题意：

$N\le 7，给定2^N个队伍进行N轮比赛$
$每轮比赛将所遇剩余队伍编号排序，第一小的队伍和第二小的比，第三小的和第四小的比，以此类推$
$N轮比赛后剩余一支队伍，问哪只队伍获胜概率最大，输出编号$

分析：

$概率dp，f[i][j]:=队伍j活到第i轮比赛的概率$
$我们发现转移其实类似于线段树，自底向上转移，从第0轮开始$
$对于上一个区间，显然它的左儿子的队友都是右儿子，反之同理$
$时间复杂度O(n\times 2^n)$

代码：

//
//  Created by TaoSama on 2016-04-09
//  Copyright (c) 2016 TaoSama.

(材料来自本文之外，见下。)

// Reads back what later studies need from a study file (layout in docs/hdf5-layout.md,
// "Parameter study files").
#include <fmt/format.h>

#include "hdf5_io.hpp"
#include "wetfront/profiles/run_file.hpp"
#include "wetfront/profiles/study_file.hpp"

namespace wetfront::profiles {

CalibratedParameters read_calibrated_parameters(const std::filesystem::path& path) {
  namespace h5 = hdf5;
  const auto failure = [&](std::string_view cause) {
    return RunFileError(fmt::format("cannot read calibration file '{}': {}", path.string(), cause));
  };
  std::error_code status;
  if (!std::filesystem::is_regular_file(path, status)) throw failure("no such file");
  h5::QuietErrors quiet;
  if (H5Fis_hdf5(path.c_str()) <= 0) throw failure("not an HDF5 file");
  try {
    h5::File file = h5::open_file_read_only(path.string());
    const auto root_text = [&](std::string_view name) {
      return h5::has_attribute(file.id(), ".", name) ? h5::get_text_attribute(file.id(), ".", name) : std::string();
    };
    if (root_text("record_format") != kStudyFormat) throw failure("not a wetfront study file");
    if (const std::string kind = root_text("study_kind"); kind != "calibration")
      throw failure(fmt::format("a study of kind '{}', not a calibration (`wetfront calibrate` writes one)", kind));
    CalibratedParameters calibrated;
    calibrated.input_hash = root_text("input_hash");
    calibrated.run_id = root_text("run_id");
    h5::Group parameters = h5::open_group(file.id(), "parameters");
    calibrated.names = h5::read_texts(parameters.id(), "name");
    const std::size_t n = calibrated.names.size();
    calibrated.search_values = h5::read_doubles_of_length(parameters.id(), "calibrated_search_value", n);
    if (h5::has_link(parameters.id(), "covariance")) {
      std::vector<std::size_t> dims;
      calibrated.covariance = h5::read_doubles(parameters.id(), "covariance", 2, dims);
      if (dims.size() != 2 || dims[0] != n || dims[1] != n)
        throw failure(fmt::format("/parameters/covariance is not {} x {}", n, n));
    }
    return calibrated;
  } catch (const RunFileError&) {
    throw;
  } catch (const std::exception& error) {
    throw failure(error.what());
  }
}

}  // namespace wetfront::profiles
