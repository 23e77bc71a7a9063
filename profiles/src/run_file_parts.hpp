// The parts of a run file other than the profiles (root attributes, balance, visits, inputs,
// sensors, checks, statistics), written once the run is over (run_file_write.cpp).
#pragma once

#include <hdf5.h>

#include "wetfront/profiles/run_record.hpp"

namespace wetfront::profiles {

// Writes them into `file`, whose profiles and root coordinates (time, cell_depth, face_depth)
// are already there, and numbers the file's dimensions for netCDF-4.
void write_record_parts(hid_t file, const RunRecord& record);

}  // namespace wetfront::profiles
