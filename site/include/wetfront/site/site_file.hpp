// The site file: one TOML file describing a plot, its soil, crop, field records and how to
// run the season. load_site_file() turns it into plain values for the libraries; every key,
// unit and default is documented in docs/site-file.md.
//
// Units inside: cm, days, cm of water; times are days since the run start.
#pragma once

#include <filesystem>
#include <optional>
#include <string>
#include <vector>

#include "wetfront/forcing/canopy_split.hpp"
#include "wetfront/forcing/crop_coefficient.hpp"
#include "wetfront/forcing/dated_table.hpp"
#include "wetfront/forcing/depth_series.hpp"
#include "wetfront/forcing/pan_coefficient.hpp"
#include "wetfront/base/time_point.hpp"
#include "wetfront/soils/layers.hpp"
#include "wetfront/solver/column_problem.hpp"
#include "wetfront/solver/grid.hpp"
#include "wetfront/solver/root_uptake.hpp"

namespace wetfront::site {

// A forcing CSV named in the site file, resolved against the site file's folder.
struct ForcingFile {
  std::filesystem::path path;
  forcing::GapPolicy gaps = forcing::GapPolicy::error;
  std::size_t line = 0;  // line of the key in the site file, for messages
  std::string key;       // e.g. "weather.rain"
};

// Where potential evaporation comes from: Class A pan hook-gauge readings or daily pan
// evaporation depths, and the pan coefficient Kp (ETo = Kp Epan, FAO-56 eq. 55).
struct PanSetup {
  std::optional<ForcingFile> readings;           // hook-gauge readings
  std::optional<ForcingFile> daily_evaporation;  // pan evaporation depths
  forcing::PanCoefficientChoice coefficient;
};

struct CropSetup {
  std::string name;
  forcing::CropCoefficientCurve kc_curve;  // planting_day in days since run start
  forcing::CanopySplit split;
  forcing::DatedTable root_depth_cm = forcing::DatedTable::constant("root depth", 0.0);
  std::string uptake_response_name;  // Feddes parameter set, e.g. "maize"
  solver::FeddesResponse uptake_response;
  solver::RootDistribution root_shape = solver::UniformRoots{};
};

struct SensorSetup {
  std::string name;
  // "tensiometer", "water content probe", "observation well" (depths to the water table) or
  // "core samples" (oven-dried cores, each row with its own depth)
  std::string kind;
  double depth_cm = 0;             // 0 for a well and for core samples: their readings carry the depths
  std::filesystem::path readings;  // resolved against the site file's folder
  // Tensiometers only: height of the gauge above ground when read at a gauge (the water
  // column down to the cup adds to the head there); empty when read at the cup.
  std::optional<double> gauge_height_cm;
  double working_limit_kpa = 80.0;  // tensions beyond this are kept but not compared
  // Observation wells only: specific yield of the aquifer where the water table moves
  // (water-table fluctuation, Healy & Cook 2002), and the fall of the table without recharge.
  double specific_yield = 0;
  std::string specific_yield_note;
  double recession_cm_per_d = 0;
};

// A run period other than the site file's, from the command line (ISO dates).
struct PeriodOverride {
  std::string from;  // empty: the site file's start
  std::string to;    // empty: the site file's end
};

// Default of [run] output_size_limit: 1 GB (decimal).
inline constexpr double kDefaultOutputSizeLimitBytes = 1e9;

struct SiteSetup {
  std::filesystem::path site_file;
  std::string name;
  std::string location;
  std::string description;

  base::TimePoint run_start{};
  std::string run_start_text;  // ISO 8601, as the time axes' origin
  std::string run_end_text;
  double run_length_days = 0;
  double output_interval_days = 1;
  // [run] output_size_limit: build_season refuses a run whose profiles would take more (the run
  // record is held in memory before it is written).
  double output_size_limit_bytes = kDefaultOutputSizeLimitBytes;
  std::vector<double> visit_days;  // inside the run, increasing
  std::vector<std::string> visit_dates;

  std::vector<soils::SoilLayer> layers;
  solver::GridRequest grid;  // depth and required faces filled in
  solver::InitialCondition initial;
  solver::BottomBoundary bottom;
  std::string initial_text;  // resolved, for `check`
  std::string bottom_text;
  double dry_limit_head_cm = -15000;
  double max_ponded_depth_cm = 0;

  ForcingFile rain;
  std::optional<ForcingFile> irrigation;
  PanSetup pan;
  CropSetup crop;

  std::vector<SensorSetup> sensors;
  double recharge_plane_depth_cm = 0;
  // Names of the upper and lower tensiometer of the Darcy estimate ([recharge]
  // tensiometer_pair; default the two deepest tensiometers). Empty with fewer than two.
  std::vector<std::string> darcy_pair;

  solver::SolverSettings settings;
  double specific_storage_per_cm = 1e-5;  // Ss: keeps saturated cells well posed
  solver::FaceConductivity face_conductivity = solver::FaceConductivity::integral;
};

// Reads and checks the site file. Throws base::InputError naming the file, line and key for
// anything wrong: syntax, unknown keys (with the allowed ones), missing keys, values without
// units or with the wrong ones, layers that overlap or leave gaps, sensors below the column,
// parameters out of physical range, dates outside the run, missing CSV files.
SiteSetup load_site_file(const std::filesystem::path& site_file, const PeriodOverride& period = {});

}  // namespace wetfront::site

All rights reserved.
//
#pragma comment(linker, "/STACK:102400000,102400000")
#include <algorithm>
#include <cctype>
#include <cmath>
#include <cstdio>
#include <cstdlib>
#include <cstring>
#include <iomanip>
#include <iostream>
#include <map>
#include <queue>
#include <string>
#include <set>
#include <vector>

using namespace std;
#define pr(x) cout << #x << " = " << x << "  "
#define prln(x) cout << #x << " = " << x << endl
const int N = 1e5 + 10, INF = 0x3f3f3f3f, MOD = 1e9 + 7;

int n;
double a[1 << 7][1 << 7], f[7][1 << 7];

void dfs(int n, int l, int r) { // [l, r]
    if(l == r) {
        f[n][l] = 1;
        return;
    }
    int m = l + r >> 1;
    dfs(n - 1, l, m);
    dfs(n - 1, m + 1, r);
    for(int i = l; i <= r; ++i) f[n][i] = 0;
    for(int i = l; i <= m; ++i)
        for(int j = m + 1; j <= r; ++j)
            f[n][i] += f[n - 1][i] * f[n - 1][j] * a[i][j];
    for(int i = m + 1; i <= r; ++i)
        for(int j = l; j <= m; ++j)
            f[n][i] += f[n - 1][i] * f[n - 1][j] * a[i][j];
}

int main() {
#ifdef LOCAL
    freopen("C:\\Users\\TaoSama\\Desktop\\in.txt", "r", stdin);
//  freopen("C:\\Users\\TaoSama\\Desktop\\out.txt","w",stdout);
#endif
    ios_base::sync_with_stdio(0);

    while(scanf("%d", &n) == 1) {
        for(int i = 0; i < 1 << n; ++i)
            for(int j = 0; j < 1 << n; ++j)
                scanf("%lf", a[i] + j);

        dfs(n, 0, (1 << n) - 1);

        pair<double, int> ans = make_pair(-1, -INF);
        for(int i = 0; i < 1 << n; ++i)
            ans = max(ans, make_pair(f[n][i], -i));
        printf("%d\n", -ans.second + 1);
    }
    return 0;
}